THE INTERESTING LIFE AND STELLAR CAREER OF LIZ CALDER
On Wednesday of this week Liz Calder, noted British publisher & co-founder of Bloomsbury Publishers, and her husband Louis Baum, (children's author and former long-time editor of The Bookseller), were interviewed by Random House NZ Publishing Director Nicola Legat at a meeting attended by over a hundred authors and publishers. The event was organised by the British Council and held at The Pumphouse on Auckland's North Shore.
It was an interesting and discursive discussion covering Liz Calder's publishing career, the 80's fiction boom and the part played in that by the Booker Prize, the state of the British publishing industry today, the rise of small to medium size publishers such as Canongate, Profile, Granta and others who jostle for space among the international heavyweights, the significant trend of recent times with editors moving within the publishing industry to become literary agents,(more than 20 have made this move), the enormous success of literary festivals around the world, (the first Liz Calder ever attended was the Adelaide Festival in 1988), digitisation, and the phenomenon of Harry Potter.

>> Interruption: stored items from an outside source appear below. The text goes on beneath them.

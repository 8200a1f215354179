package shake

import (
	"fmt"
	"math"
	"sort"
)

// Report is what a Watch saw.
type Report struct {
	Patches int           `json:"patches"` // still patches that were followed
	Seen    int           `json:"frames_seen"`
	Lost    int           `json:"frames_lost"` // in which the background was not found again
	Motions []Motion      `json:"motions,omitempty"`
	Marks   []*MarkMotion `json:"marks,omitempty"`

	MovePX  float64 `json:"move_px"`   // farthest that a background point came from its mean place, anywhere in the picture
	UMovePX float64 `json:"u_move_px"` // how far noise alone would make it seem to go
	FastPX  float64 `json:"fast_px"`   // the part of the motion, r.m.s., that is too fast to be followed from look to look
	TurnRad float64 `json:"turn_rad"`  // half of peak to peak
	Zoom    float64 `json:"zoom"`      // slow change of scale over the clip, peak to peak
	UZoom   float64 `json:"u_zoom"`
	WarpPX  float64 `json:"warp_px"` // r.m.s. by which the background bends in its worst tenth of frames, beyond its quietest tenth

	Rock     *Rock    `json:"rock,omitempty"` // nil when the rig has no mark on the base, or none could be followed
	Why      string   `json:"why,omitempty"`  // why the background was not measured
	Cautions []string `json:"cautions,omitempty"`

	marked []string // cautions about marks, also in Cautions
	w, h   int
}

// Rock is how far the base moved against the stand, or, without a mark on the
// stand, against the background.
type Rock struct {
	Against string  `json:"against"`
	PX      float64 `json:"rms_px"`      // r.m.s. of the motion about its mean, both axes together, noise taken out
	U       float64 `json:"u_px"`        // its standard uncertainty
	Floor   float64 `json:"floor_px"`    // what noise alone would show
	PeakPX  float64 `json:"peak_px"`     // farthest from the mean
	Frames  int     `json:"frames_seen"` // looked at
}

// Limits above which a motion is worth a caution, in pixels; common practice,
// no source: a tenth of a pixel is what a bob's own place can be told to.
const (
	moveLimit = 0.2
	warpLimit = 0.35
	zoomLimit = 3e-4
	rockLimit = 0.005 // of the bob's motion
)

// Report sums up what was seen so far. It may be called at any time.
func (w *Watch) Report() *Report {
	r := &Report{Patches: len(w.patches), Seen: w.seen, Lost: w.lost, Motions: w.motions, w: w.facts.W, h: w.facts.H}
	for _, k := range w.marks {
		switch {
		case k.why != "":
			r.marked = append(r.marked, k.why)
		case k.tpl != nil:
			r.Marks = append(r.Marks, k)
			if k.lost > 0 && 5*k.lost > len(k.T) {
				r.marked = append(r.marked, fmt.Sprintf("The mark %q was not found in %d of %d frames looked at; something covers it.", k.Name, k.lost, k.lost+len(k.T)))
			}
		}
	}
	r.Cautions = append(r.Cautions, r.marked...)
	switch {
	case !w.started:
		r.Why = "No frame was looked at."
	case r.Patches < 3:
		r.Why = fmt.Sprintf("The background shows too little texture to tell whether the camera moved (%d places to hold on to; 3 are needed). Pin a few printed sheets or dark dots to the wall.", r.Patches)
	case len(r.Motions) < 3:
		r.Why = "Too few frames were looked at to tell whether the camera moved."
		if w.lost > 0 {
			r.Why = "The background was not found again: the camera was moved, or something covers it."
			r.Cautions = append(r.Cautions, r.Why+" Positions are not corrected for it.")
		}
	default:
		r.sumUp()
		r.judge(w.lastLost)
	}
	r.rock()
	return r
}

// corner are points at which the background's motion is judged, in fractions of
// the picture from its centre.
var corners = [][2]float64{{0, 0}, {-0.5, -0.5}, {0.5, -0.5}, {-0.5, 0.5}, {0.5, 0.5}}

func (m *Motion) similarity() similarity { return similarity{m.DU, m.DV, m.Zoom, m.Turn} }

// sumUp fills the report's figures from its motions.
func (r *Report) sumUp() {
	n := len(r.Motions)
	for _, c := range corners {
		x, y := c[0]*float64(r.w), c[1]*float64(r.h)
		us, vs := make([]float64, n), make([]float64, n)
		var noise float64
		for i := range r.Motions {
			m := &r.Motions[i]
			us[i], vs[i] = m.similarity().at(x, y)
			noise = math.Max(noise, math.Hypot(m.U, m.UZoom*math.Hypot(x, y)))
		}
		mu, mv := mean(us), mean(vs)
		for i := range us {
			if d := math.Hypot(us[i]-mu, vs[i]-mv); d > r.MovePX {
				// The largest of n noisy distances is about √(2 ln n) too long.
				r.MovePX, r.UMovePX = d, noise*math.Sqrt(2*math.Log(float64(n)))
			}
		}
	}
	r.FastPX = r.fast()

	turns, zooms, spreads := make([]float64, n), make([]float64, n), make([]float64, n)
	for i, m := range r.Motions {
		turns[i], zooms[i], spreads[i] = m.Turn, m.Zoom, m.Spread
	}
	lo, hi := ends(turns)
	r.TurnRad = (hi - lo) / 2
	// Focus and warming change the scale slowly; means over a second keep that
	// and lose the noise.
	perS := 1.0
	if d := r.Motions[n-1].T - r.Motions[0].T; d > 0 {
		perS = math.Max(1, float64(n-1)/d)
	}
	lo, hi = ends(smooth(zooms, int(perS)))
	r.Zoom = hi - lo
	r.UZoom = 2 * r.Motions[n/2].UZoom / math.Sqrt(perS)
	sort.Float64s(spreads)
	quiet, worst := spreads[max(n/10, 1)], spreads[n-1-n/10] // the first frame's is 0
	r.WarpPX = math.Sqrt(math.Max(worst*worst-quiet*quiet, 0))
}

// fast is the r.m.s. distance of the picture's centre from its mean place in the
// second around, less what noise explains. Slow parts of a motion drop out.
func (r *Report) fast() float64 {
	m := r.Motions
	var sum float64
	n, lo, hi := 0, 0, 0
	for i := range m {
		for m[i].T-m[lo].T > 0.5 {
			lo++
		}
		for hi < len(m) && m[hi].T-m[i].T <= 0.5 {
			hi++
		}
		if m[i].T-m[0].T < 0.5 || m[len(m)-1].T-m[i].T < 0.5 || hi-lo < 3 {
			continue
		}
		var du, dv float64
		for _, k := range m[lo:hi] {
			du += k.DU
			dv += k.DV
		}
		k := float64(hi - lo)
		du, dv = m[i].DU-du/k, m[i].DV-dv/k
		sum += du*du + dv*dv - 2*m[i].U*m[i].U*(1-1/k)
		n++
	}
	return math.Sqrt(math.Max(sum, 0) / float64(max(n, 1)))
}

// judge puts the cautions.
func (r *Report) judge(lastLost float64) {
	say := func(format string, a ...any) { r.Cautions = append(r.Cautions, fmt.Sprintf(format, a...)) }
	if 10*r.Lost > r.Seen {
		say("The still background was lost in %d of %d frames looked at, last at %.2f s: the camera was moved or something large passed before it.", r.Lost, r.Seen, lastLost)
	}
	switch r.kind() {
	case shaken:
		rest := ""
		if r.WarpPX > warpLimit {
			rest = fmt.Sprintf(", and bends by %.2g px (near and far things move differently, or stabilisation warps the picture), so what is put right is right to about that", r.WarpPX)
		}
		say("The still background moves by up to %.2g px and fast: the camera was held by hand or shaken, or electronic stabilisation was on%s. Use a tripod and switch stabilisation off.", r.MovePX, rest)
	case bending:
		say("The still background bends by %.2g px from frame to frame, as electronic stabilisation makes it. Positions are off by about as much: switch stabilisation off and film from a tripod.", r.WarpPX)
	case drifting:
		if !r.breathes() {
			say("The still background drifts slowly by up to %.2g px: the camera sagged or was touched.", r.MovePX)
		}
	}
	if r.breathes() {
		say("The background's scale changes by %.2g %% during the clip: the focus moved (focus breathing), or the camera came nearer. Lock the focus before filming; lengths and amplitudes carry this change where it is not put right.", 100*r.Zoom)
	}
}

// motionKind sorts what a camera did.
type motionKind int

const (
	stood motionKind = iota
	drifting
	bending
	shaken
)

func (r *Report) kind() motionKind {
	moved := r.MovePX > moveLimit && r.MovePX > 3*r.UMovePX
	switch {
	case moved && r.FastPX > moveLimit/2:
		return shaken
	case r.WarpPX > warpLimit:
		return bending
	case moved:
		return drifting
	}
	return stood
}

// breathes tells whether the scale changed by itself; a camera in the hand comes
// nearer and goes farther anyhow.
func (r *Report) breathes() bool {
	return r.Zoom > zoomLimit && r.Zoom > 4*r.UZoom && r.kind() != shaken
}

// Correct returns where a point of the picture, seen at (u, v) at time t, would
// have been seen by a camera that had stayed where it was in the first frame.
// ok is false, and the point unchanged, where the background was not measured
// within a second of t. The correction is right for a camera that turns or
// breathes; one that shifts sideways moves near things more than the wall behind
// them.
func (r *Report) Correct(t, u, v float64) (u2, v2 float64, ok bool) {
	n := len(r.Motions)
	if n < 3 || t < r.Motions[0].T-1 || t > r.Motions[n-1].T+1 {
		return u, v, false
	}
	i := sort.Search(n, func(i int) bool { return r.Motions[i].T >= t })
	var s similarity
	switch {
	case i == 0:
		s = r.Motions[0].similarity()
	case i == n:
		s = r.Motions[n-1].similarity()
	default:
		a, b := &r.Motions[i-1], &r.Motions[i]
		if t-a.T > 1 && b.T-t > 1 {
			return u, v, false
		}
		x := (t - a.T) / (b.T - a.T)
		p, q := a.similarity(), b.similarity()
		s = similarity{p.a + x*(q.a-p.a), p.b + x*(q.b-p.b), p.z + x*(q.z-p.z), p.r + x*(q.r-p.r)}
	}
	// Solve d + shift + zoom·d + turn×d = seen for d.
	x := u - float64(r.w-1)/2 - s.a
	y := v - float64(r.h-1)/2 - s.b
	det := (1+s.z)*(1+s.z) + s.r*s.r
	dx := ((1+s.z)*x + s.r*y) / det
	dy := ((1+s.z)*y - s.r*x) / det
	return dx + float64(r.w-1)/2, dy + float64(r.h-1)/2, true
}

// rock compares the base's marks with the stand's, or with the background.
func (r *Report) rock() {
	var stand *MarkMotion
	for _, k := range r.Marks {
		if k.On == "stand" && (stand == nil || len(k.T) > len(stand.T)) {
			stand = k
		}
	}
	for _, k := range r.Marks {
		if k.On != "base" {
			continue
		}
		rock := r.rockOf(k, stand)
		if rock != nil && (r.Rock == nil || rock.PX > r.Rock.PX) {
			r.Rock = rock
		}
	}
}

// rockOf measures one mark of the base; nil where there is nothing to hold it
// against.
func (r *Report) rockOf(base, stand *MarkMotion) *Rock {
	at := map[int][2]float64{} // frame -> where the still thing is
	rock := &Rock{}
	var u float64
	switch {
	case stand != nil:
		rock.Against = fmt.Sprintf("the mark %q on the stand", stand.Name)
		u = math.Hypot(base.u0, stand.u0)
		for i, f := range stand.frames {
			at[f] = [2]float64{stand.U[i], stand.V[i]}
		}
	case len(r.Motions) >= 3:
		rock.Against = "the background"
		u = math.Hypot(base.u0, r.Motions[len(r.Motions)/2].U)
		x, y := float64(base.tpl.cu)-float64(r.w-1)/2, float64(base.tpl.cv)-float64(r.h-1)/2
		for i := range r.Motions {
			du, dv := r.Motions[i].similarity().at(x, y)
			at[r.Motions[i].Frame] = [2]float64{du, dv}
		}
	default:
		return nil
	}
	var us, vs []float64
	for i, f := range base.frames {
		if p, ok := at[f]; ok {
			us = append(us, base.U[i]-p[0])
			vs = append(vs, base.V[i]-p[1])
		}
	}
	n := len(us)
	if n < 5 {
		return nil
	}
	mu, mv := mean(us), mean(vs)
	var sq float64
	for i := range us {
		d := (us[i]-mu)*(us[i]-mu) + (vs[i]-mv)*(vs[i]-mv)
		sq += d
		rock.PeakPX = math.Max(rock.PeakPX, math.Sqrt(d))
	}
	sq /= float64(n - 1)
	rock.Frames, rock.Floor = n, u*math.Sqrt2
	rock.PX = math.Sqrt(math.Max(sq-2*u*u, 0))
	// Of a root mean square of 2n normal numbers, and of how well noise is known.
	rock.U = math.Hypot(math.Sqrt(sq)/(2*math.Sqrt(float64(n))), rock.Floor/4)
	return rock
}

// RockCaution holds the base's motion against a bob's (r.m.s. about its mean,
// pixels, both axes together). It returns the ratio and, when it is above 0.5 %
// or may be, the caution that every coupling figure must carry; words are empty
// when none is due. The ratio is 0 where nothing was measured.
func (r *Report) RockCaution(bobMotionPX float64) (ratio float64, words string) {
	if r.Rock == nil || !(bobMotionPX > 0) {
		return 0, ""
	}
	ratio = r.Rock.PX / bobMotionPX
	switch {
	case ratio > rockLimit:
		return ratio, fmt.Sprintf("The base rocks: it moves by %.2g px r.m.s. against %s, %.2g %% of the bob's motion (0.5 %% is the limit). Bobs on one base exchange energy through it, so couplings are not the magnets' alone. Clamp the base down.", r.Rock.PX, r.Rock.Against, 100*ratio)
	case 2*r.Rock.U > rockLimit*bobMotionPX:
		return ratio, fmt.Sprintf("Whether the base rocks cannot be told to 0.5 %% of the bob's motion: the marks are read to %.2g px, the bob moves %.2g px r.m.s. Use marks with more contrast, or film from nearer.", r.Rock.U, bobMotionPX)
	}
	return ratio, ""
}

func mean(x []float64) float64 {
	s := 0.0
	for _, v := range x {
		s += v
	}
	return s / float64(len(x))
}

func ends(x []float64) (lo, hi float64) {
	lo, hi = math.Inf(1), math.Inf(-1)
	for _, v := range x {
		lo, hi = math.Min(lo, v), math.Max(hi, v)
	}
	return lo, hi
}

// smooth returns running means over w neighbours, only where all are there; the
// mean of all when x is shorter.
func smooth(x []float64, w int) []float64 {
	if len(x) <= w {
		return []float64{mean(x)}
	}
	out := make([]float64, 0, len(x)-w+1)
	for i := 0; i+w <= len(x); i++ {
		out = append(out, mean(x[i:i+w]))
	}
	return out
}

Apart from the faulty sound system, (really there is no excuse for this), and the absence of air-conditioning in a small theatre on a stifling hot day, the occasion was a great success and once outside in the fresh air beside Lake Pupuke with a glass of Sav Blanc in hand these two trials were soon forgotten nd conversation flowed on the topics covered by the two interesting guests.

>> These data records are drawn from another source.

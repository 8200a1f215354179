package recurrence

import (
	"cmp"
	"math"
	"math/bits"
	"slices"
)

// A plane compares the states of two series (or of one with itself). The
// columns stand in tiles. In a tile every component is replaced by its rank, so
// that "|x − a| ≤ ε" becomes "lo ≤ rank ≤ hi", exactly; ranks have 15 bits, four
// lie in a machine word, and four comparisons are two subtractions.
type plane struct {
	dim   int
	rows  Vectors
	cols  Vectors
	eps   float64
	norm  Norm
	valid []bool // of the columns
	okRow []bool
	tiles []tile
}

const (
	tileColumns = 1 << 14
	missing     = 0x7FFF // rank of a missing component: above every hi
	high        = 0x8000800080008000
	ones        = 0x0001000100010001
)

type tile struct {
	from   int
	ranks  [][][16]uint64 // per component: blocks of 64 columns, see pack
	sorted [][]float64    // per component
}

func newPlane(rows, cols Vectors, eps float64, norm Norm) *plane {
	p := &plane{dim: rows.Dim, rows: rows, cols: cols, eps: eps, norm: norm, valid: whole(cols), okRow: whole(rows)}
	for from := 0; from < cols.N; from += tileColumns {
		n := min(tileColumns, cols.N-from)
		t := tile{from: from}
		order := make([]int, 0, n)
		for k := range p.dim {
			at := func(j int) float64 { return cols.X[(from+j)*p.dim+k] }
			order = order[:0]
			for j := range n {
				if p.valid[from+j] {
					order = append(order, j)
				}
			}
			slices.SortFunc(order, func(a, b int) int { return cmp.Compare(at(a), at(b)) })
			rank := make([]uint64, (n+63)/64*64)
			for i := range rank {
				rank[i] = missing
			}
			sorted := make([]float64, len(order))
			for r, j := range order {
				rank[j], sorted[r] = uint64(r), at(j)
			}
			t.ranks = append(t.ranks, pack(rank))
			t.sorted = append(t.sorted, sorted)
		}
		p.tiles = append(p.tiles, t)
	}
	return p
}

// whole tells which states miss no component.
func whole(v Vectors) []bool {
	ok := make([]bool, v.N)
	for i := range ok {
		ok[i] = !slices.ContainsFunc(v.State(i), math.IsNaN)
	}
	return ok
}

// pack puts blocks of 64 ranks into 16 words so that column 16·l + k of a block
// is lane l of word k: bit k of lane l of the answer is then that column's.
func pack(rank []uint64) [][16]uint64 {
	out := make([][16]uint64, len(rank)/64)
	for b := range out {
		for l := range 4 {
			for k := range 16 {
				out[b][k] |= rank[64*b+16*l+k] << (16 * l)
			}
		}
	}
	return out
}

// between returns one bit per column of a block: lo ≤ rank ≤ hi. lo has its
// value in all four lanes, hi too with the lanes' highest bits set.
func between(r *[16]uint64, lo, hi uint64) uint64 {
	// 0x8000 + rank − lo has its highest bit set when rank ≥ lo, and no lane
	// borrows from the next.
	acc := (((r[0] | high) - lo) & (hi - r[0]) & high) >> 15
	acc |= (((r[1] | high) - lo) & (hi - r[1]) & high) >> 14
	acc |= (((r[2] | high) - lo) & (hi - r[2]) & high) >> 13
	acc |= (((r[3] | high) - lo) & (hi - r[3]) & high) >> 12
	acc |= (((r[4] | high) - lo) & (hi - r[4]) & high) >> 11
	acc |= (((r[5] | high) - lo) & (hi - r[5]) & high) >> 10
	acc |= (((r[6] | high) - lo) & (hi - r[6]) & high) >> 9
	acc |= (((r[7] | high) - lo) & (hi - r[7]) & high) >> 8
	acc |= (((r[8] | high) - lo) & (hi - r[8]) & high) >> 7
	acc |= (((r[9] | high) - lo) & (hi - r[9]) & high) >> 6
	acc |= (((r[10] | high) - lo) & (hi - r[10]) & high) >> 5
	acc |= (((r[11] | high) - lo) & (hi - r[11]) & high) >> 4
	acc |= (((r[12] | high) - lo) & (hi - r[12]) & high) >> 3
	acc |= (((r[13] | high) - lo) & (hi - r[13]) & high) >> 2
	acc |= (((r[14] | high) - lo) & (hi - r[14]) & high) >> 1
	acc |= ((r[15] | high) - lo) & (hi - r[15]) & high
	return acc
}

// limits are the ranks that lie within ε of a, by the very comparison
// |x − a| ≤ ε of the definition.
func limits(sorted []float64, a, eps float64) (lo, hi int) {
	lo, end := 0, len(sorted)
	for lo < end {
		if mid := (lo + end) / 2; a-sorted[mid] > eps {
			lo = mid + 1
		} else {
			end = mid
		}
	}
	hi, end = lo, len(sorted)
	for hi < end {
		if mid := (hi + end) / 2; sorted[mid]-a <= eps {
			hi = mid + 1
		} else {
			end = mid
		}
	}
	return lo, hi - 1
}

// and clears the bits of the columns from first on that are not near row i.
func (p *plane) and(i, first int, row []uint64, lohi []uint64) {
	if !p.okRow[i] {
		clear(row[first/64:])
		return
	}
	state := p.rows.State(i)
	for _, t := range p.tiles[first/tileColumns:] {
		words := row[t.from/64:]
		blocks := len(t.ranks[0])
		empty := false
		for k, a := range state {
			lo, hi := limits(t.sorted[k], a, p.eps)
			empty = empty || hi < lo
			lohi[2*k], lohi[2*k+1] = uint64(lo)*ones, uint64(max(hi, 0))*ones|high
		}
		b := 0
		if first > t.from {
			b = (first - t.from) / 64
		}
		if empty {
			clear(words[b:blocks])
			continue
		}
		for ; b < blocks; b++ {
			w := words[b]
			for k := 0; k < p.dim && w != 0; k++ {
				w &= between(&t.ranks[k][b], lohi[2*k], lohi[2*k+1])
			}
			if w != 0 && p.norm != Maximum && p.dim > 1 {
				w = p.confirm(state, t.from+64*b, w)
			}
			words[b] = w
		}
	}
}

// confirm keeps those of a word's columns that are near in the norm itself.
func (p *plane) confirm(state []float64, from int, w uint64) uint64 {
	out := w
	for rest := w; rest != 0; rest &= rest - 1 {
		b := bits.TrailingZeros64(rest)
		if !(p.norm.Distance(state, p.cols.State(from+b)) <= p.eps) {
			out &^= 1 << b
		}
	}
	return out
}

Warm thanks to the Britisih Council and their NZ Director Paula Middleton for their organisation of this event. More please!
In the course of his comments Louis Baum quoted from an article that had appeared in a recent issue of The New Yorker.
Here then for your interest is that piece :
TWILIGHT OF THE BOOK
What will life be like if people stop reading?
by Caleb Crain writing in The New Yorker, December 24, 2007
What will life be like if people stop reading?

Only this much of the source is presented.